> Records from a data source
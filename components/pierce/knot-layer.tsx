import { useRef, type KeyboardEvent, type PointerEvent } from 'react';
import { knotText } from '@/components/text/pierce-designer.ts';
import { roles } from '@/components/theme/roles.ts';
import { touch } from '@/components/theme/space.ts';
import { family } from '@/components/theme/type.ts';
import type { FocusScale, MachineProfile } from '@/strategy/machine.ts';
import type { Stage } from '@/strategy/pierce/stage.ts';
import type { UnitSystem } from '@/strategy/units/index.ts';
import {
  clamped,
  laneKnots,
  snapped,
  stepped,
  targetOf,
  targetRange,
  targetSame,
  targetSteps,
  type Knot,
  type Range,
  type Steps,
  type Target,
} from './knots.ts';
import { laneNumber, laneUnit, laneY, type LaneScale } from './lane-scale.ts';
import type { SectionGeometry } from './section-geometry.ts';
import { letteringWidth, stageEnds, type LaneName } from './section-layout.ts';

/** How the numbers of the drawing are moved. */
export type KnotEditing = {
  readonly profile: MachineProfile;
  readonly target: Target | null;
  readonly onTarget: (target: Target) => void;
  /** While something is dragged: the value it would get; null when it goes back to where it was. */
  readonly onPreview: (preview: { target: Target; value: number } | null) => void;
  readonly onCommit: (target: Target, value: number) => void;
  /** A key or a button has been let go: what follows is another step. */
  readonly onSettle: () => void;
};

type KnotLayerProps = {
  editing: KnotEditing;
  stages: readonly Stage[];
  lanes: readonly LaneName[];
  scales: readonly LaneScale[];
  geometry: SectionGeometry;
  system: UnitSystem;
};

/** Everything in the section that can be taken hold of: the lanes' knots, and the stages' ends on the time axis. */
export function KnotLayer({ editing, stages, lanes, scales, geometry, system }: KnotLayerProps) {
  const { x, box } = geometry;
  const ends = stageEnds(stages);
  const zones = zonesBetween(ends.map(x), touch.least);
  return (
    <>
      {lanes.map((lane, index) => {
        const scale = scales[index];
        return (
          scale && (
            <LaneKnots
              key={lane}
              lane={lane}
              scale={scale}
              top={geometry.laneTop(index)}
              {...{ editing, stages, geometry, system }}
            />
          )
        );
      })}
      <g role="group" aria-label={knotText.durations}>
        {ends.map((end, stage) => {
          const target: Target = { kind: 'duration', stage };
          const zone = zones[stage] ?? { from: x(end), to: x(end) };
          const selected = targetSame(editing.target, target);
          const duration = stages[stage]?.duration ?? 0;
          return (
            <Handle
              key={stage}
              axis="x"
              label={knotText.durationLabel(stage)}
              valueText={knotText.duration(duration)}
              value={duration}
              perPixel={geometry.secondsPerPixel}
              range={targetRange(stages, target, editing.profile)}
              steps={targetSteps(target, system)}
              zone={{ x: zone.from, y: geometry.lanesBottom - 8, width: zone.to - zone.from, height: touch.least }}
              tabbable
              {...{ editing, target, selected }}
            >
              <path
                d={`M${x(end) - 4} ${geometry.handleRow - 9}h8v11l-4 6l-4 -6z`}
                fill={selected ? roles.ember : roles.sheet}
                stroke={selected ? roles.ember : roles.ink}
                strokeWidth={1.6}
              />
            </Handle>
          );
        })}
        <HandleValue stages={stages} geometry={geometry} target={editing.target} box={box} />
      </g>
    </>
  );
}

/** The chosen duration beside its handle. */
function HandleValue({
  stages,
  geometry,
  target,
}: {
  stages: readonly Stage[];
  geometry: SectionGeometry;
  target: Target | null;
  box: number;
}) {
  if (target?.kind !== 'duration') return null;
  const end = stageEnds(stages)[target.stage];
  const stage = stages[target.stage];
  if (end === undefined || stage === undefined) return null;
  const text = knotText.duration(stage.duration);
  const width = letteringWidth(text, 16) + 8;
  const before = geometry.x(end) + 12 + width > geometry.right;
  const from = before ? geometry.x(end) - 12 - width : geometry.x(end) + 10;
  return <Value x={from} y={geometry.handleRow + 6} width={width} text={text} />;
}

function Value({ x, y, width, text }: { x: number; y: number; width: number; text: string }) {
  return (
    <g pointerEvents="none" aria-hidden="true">
      <rect x={x} y={y - 15} width={width} height={20} fill={roles.sheet} />
      <text x={x + 4} y={y} fontFamily={family.figure} fontSize={16} fill={roles.ember}>
        {text}
      </text>
    </g>
  );
}

type LaneKnotsProps = Pick<KnotLayerProps, 'editing' | 'stages' | 'geometry' | 'system'> & {
  lane: LaneName;
  scale: LaneScale;
  top: number;
};

function LaneKnots({ lane, scale, top, editing, stages, geometry, system }: LaneKnotsProps) {
  const { x, box } = geometry;
  const knots = laneKnots(stages, lane);
  const zones = zonesBetween(
    knots.map(({ time }) => x(time)),
    touch.least,
  );
  const own = knots.findIndex((knot) => isAt(knot, editing.target));
  const group = useRef<SVGGElement>(null);
  const toNeighbour = (index: number) => {
    const knot = knots[index];
    if (!knot) return;
    editing.onTarget(targetOf(knot));
    group.current?.querySelectorAll<SVGGElement>('[role=slider]')[index]?.focus();
  };
  const chosen = knots[own];
  return (
    <g ref={group} role="group" aria-label={knotText.lane(lane)}>
      {knots.map((knot, index) => {
        const target = targetOf(knot);
        const zone = zones[index] ?? { from: x(knot.time), to: x(knot.time) };
        const at = { x: x(knot.time), y: laneY(laneNumber(knot.value, lane, system), scale, top, box) };
        const selected = index === own;
        // power is moved by its peak: a pixel of mean is more of peak
        const perPixel = siPerPixel(lane, scale, box, system) / (lane === 'meanPower' ? knot.duty : 1);
        const size = selected ? 6.5 : 5;
        return (
          <Handle
            key={`${target.stage} ${knot.ends[0].end}`}
            axis="y"
            label={knotText.knotLabel(knot)}
            valueText={knotValueText(knot, stages, editing.profile.focusScale, system)}
            value={knot.set}
            perPixel={perPixel}
            range={targetRange(stages, target, editing.profile)}
            steps={targetSteps(target, system)}
            zone={{ x: zone.from, y: at.y - touch.least / 2, width: zone.to - zone.from, height: touch.least }}
            tabbable={selected || (own < 0 && index === 0)}
            onNeighbour={(by) => toNeighbour(index + by)}
            {...{ editing, target, selected }}
          >
            <rect
              data-testid="lane-knot"
              x={at.x - size}
              y={at.y - size}
              width={2 * size}
              height={2 * size}
              fill={selected ? roles.ember : roles.sheet}
              stroke={selected ? roles.ember : roles.ink}
              strokeWidth={1.6}
            />
          </Handle>
        );
      })}
      {chosen && (
        <KnotValue
          text={knotValueText(chosen, stages, editing.profile.focusScale, system)}
          at={x(chosen.time)}
          from={geometry.left + letteringWidth(`${knotText.laneShort(lane)}, ${laneUnit(lane, system)}`) + 10}
          to={geometry.right}
          y={top + 14}
        />
      )}
    </g>
  );
}

/** The chosen knot's value in the line of the lane's name: above the knot where there is room, and never under the name. */
function KnotValue({ text, at, from, to, y }: { text: string; at: number; from: number; to: number; y: number }) {
  const width = letteringWidth(text, 16) + 8;
  return <Value x={Math.max(from, Math.min(to - width, at - width / 2))} y={y} width={width} text={text} />;
}

const isAt = (knot: Knot, target: Target | null): boolean =>
  target?.kind === 'knot' &&
  target.lane === knot.lane &&
  knot.ends.some(({ stage, end }) => stage === target.stage && end === target.end);

/** A knot's value as it is read, with the dial's number beside a focus position. */
function knotValueText(knot: Knot, stages: readonly Stage[], scale: FocusScale, system: UnitSystem): string {
  const [{ stage, end }] = knot.ends;
  return knotText.value(knot, stages[stage]?.[end].standoff ?? 0, scale, system);
}

const siPerPixel = (lane: LaneName, { floor, most }: LaneScale, box: number, system: UnitSystem): number =>
  (most - floor) / box / laneNumber(1, lane, system);

/** Where a finger means which of them: halfway to both neighbours, at most a finger's width. */
function zonesBetween(at: readonly number[], widest: number): { from: number; to: number }[] {
  return at.map((x, i) => {
    const before = at[i - 1];
    const after = at[i + 1];
    return {
      from: Math.max(x - widest / 2, before === undefined ? -Infinity : (before + x) / 2),
      to: Math.min(x + widest / 2, after === undefined ? Infinity : (x + after) / 2),
    };
  });
}

type HandleProps = {
  editing: KnotEditing;
  target: Target;
  selected: boolean;
  axis: 'x' | 'y';
  label: string;
  valueText: string;
  value: number;
  /** SI for a pixel to the right or up. */
  perPixel: number;
  range: Range;
  steps: Steps;
  zone: { x: number; y: number; width: number; height: number };
  tabbable: boolean;
  onNeighbour?: (by: 1 | -1) => void;
  children: React.ReactNode;
};

type Drag = { pointer: number; at: number; value: number; perPixel: number; last: number };

/** Within a drawing `touch-action` does not keep Chromium from scrolling the page under the finger; a refused touch does. */
function pageHeldStill(element: SVGGElement) {
  const refuse = (event: TouchEvent) => event.preventDefault();
  element.addEventListener('touchstart', refuse, { passive: false });
  return () => element.removeEventListener('touchstart', refuse);
}

/** One number taken hold of: by pointer and touch along its axis, by keys in steps. */
function Handle(props: HandleProps) {
  const { editing, target, axis, label, valueText, value, perPixel, range, steps, zone, tabbable, onNeighbour } = props;
  const drag = useRef<Drag | null>(null);
  const slider = useRef<SVGGElement>(null);

  const down = (event: PointerEvent<SVGGElement>) => {
    if (event.button !== 0 || drag.current) return;
    event.preventDefault(); // no text is selected, and the focus is set here
    event.currentTarget.setPointerCapture(event.pointerId);
    slider.current?.focus({ preventScroll: true });
    editing.onTarget(target);
    const at = axis === 'x' ? event.clientX : event.clientY;
    drag.current = { pointer: event.pointerId, at, value, perPixel, last: value };
  };
  const move = (event: PointerEvent<SVGGElement>) => {
    const held = drag.current;
    if (held?.pointer !== event.pointerId) return;
    const pixels = axis === 'x' ? event.clientX - held.at : held.at - event.clientY;
    // a tremble is no drag
    const next =
      Math.abs(pixels) < 2 && held.last === held.value
        ? held.value
        : clamped(snapped(held.value + pixels * held.perPixel, steps.snap), range);
    if (next === held.last || !Number.isFinite(next)) return;
    held.last = next;
    editing.onPreview({ target, value: next });
  };
  const up = (event: PointerEvent<SVGGElement>) => {
    const held = drag.current;
    if (held?.pointer !== event.pointerId) return;
    drag.current = null;
    if (held.last !== held.value) editing.onCommit(target, held.last);
    editing.onPreview(null);
    editing.onSettle();
  };
  const cancel = () => {
    drag.current = null;
    editing.onPreview(null);
  };
  const key = (event: KeyboardEvent<SVGGElement>) => {
    if (event.ctrlKey || event.metaKey || event.altKey) return;
    if (event.key === 'Escape' && drag.current) return cancel();
    const neighbour = onNeighbour && (event.key === 'ArrowLeft' ? -1 : event.key === 'ArrowRight' ? 1 : null);
    if (onNeighbour && neighbour) {
      event.preventDefault();
      onNeighbour(neighbour);
      return;
    }
    const next = keyed(event.key, event.shiftKey, value, range, steps);
    if (next === null) return;
    event.preventDefault();
    if (next !== value) editing.onCommit(target, next);
  };

  return (
    <g
      ref={pageHeldStill}
      style={{ cursor: axis === 'x' ? 'ew-resize' : 'ns-resize' }}
      onPointerDown={down}
      onPointerMove={move}
      onPointerUp={up}
      onPointerCancel={cancel}
    >
      {/* outside what takes the focus, so that its ring stays close to the knot and off the lane's name */}
      <rect {...zone} fill="transparent" style={{ touchAction: 'none' }} />
      <g
        ref={slider}
        // what is touched is the zone alone
        pointerEvents="none"
        role="slider"
        tabIndex={tabbable ? 0 : -1}
        aria-label={label}
        aria-orientation={axis === 'x' ? 'horizontal' : 'vertical'}
        aria-valuemin={range.min}
        aria-valuemax={range.max}
        aria-valuenow={value}
        aria-valuetext={valueText}
        onFocus={() => editing.onTarget(target)}
        onBlur={editing.onSettle}
        onKeyDown={key}
        onKeyUp={editing.onSettle}
      >
        {props.children}
      </g>
    </g>
  );
}

/** What a key makes of a number; null for a key that means nothing here. */
function keyed(key: string, shift: boolean, value: number, range: Range, steps: Steps): number | null {
  const by = (direction: 1 | -1, step: number) => clamped(stepped(value, direction, step), range);
  switch (key) {
    case 'ArrowUp':
    case 'ArrowRight':
      return by(1, shift ? steps.coarse : steps.fine);
    case 'ArrowDown':
    case 'ArrowLeft':
      return by(-1, shift ? steps.coarse : steps.fine);
    // on many keyboards plus itself is typed with Shift
    case '+':
    case '=':
      return by(1, steps.fine);
    case '-':
    case '−':
      return by(-1, steps.fine);
    case '_':
      return by(-1, steps.coarse);
    case 'PageUp':
      return by(1, steps.coarse);
    case 'PageDown':
      return by(-1, steps.coarse);
    case 'Home':
      return range.min;
    case 'End':
      return range.max;
    default:
      return null;
  }
}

> BRIEF
Set down each line exactly as it appears, starting at the top of the data and ending at the line containing "null) => void;", and include no other lines.

> ANSWER TO THE EXERCISE
filename components/pierce/knot-layer.tsx
import { useRef, type KeyboardEvent, type PointerEvent } from 'react';
import { knotText } from '@/components/text/pierce-designer.ts';
import { roles } from '@/components/theme/roles.ts';
import { touch } from '@/components/theme/space.ts';
import { family } from '@/components/theme/type.ts';
import type { FocusScale, MachineProfile } from '@/strategy/machine.ts';
import type { Stage } from '@/strategy/pierce/stage.ts';
import type { UnitSystem } from '@/strategy/units/index.ts';
import {
  clamped,
  laneKnots,
  snapped,
  stepped,
  targetOf,
  targetRange,
  targetSame,
  targetSteps,
  type Knot,
  type Range,
  type Steps,
  type Target,
} from './knots.ts';
import { laneNumber, laneUnit, laneY, type LaneScale } from './lane-scale.ts';
import type { SectionGeometry } from './section-geometry.ts';
import { letteringWidth, stageEnds, type LaneName } from './section-layout.ts';

/** How the numbers of the drawing are moved. */
export type KnotEditing = {
  readonly profile: MachineProfile;
  readonly target: Target | null;
  readonly onTarget: (target: Target) => void;
  /** While something is dragged: the value it would get; null when it goes back to where it was. */
  readonly onPreview: (preview: { target: Target; value: number } | null) => void;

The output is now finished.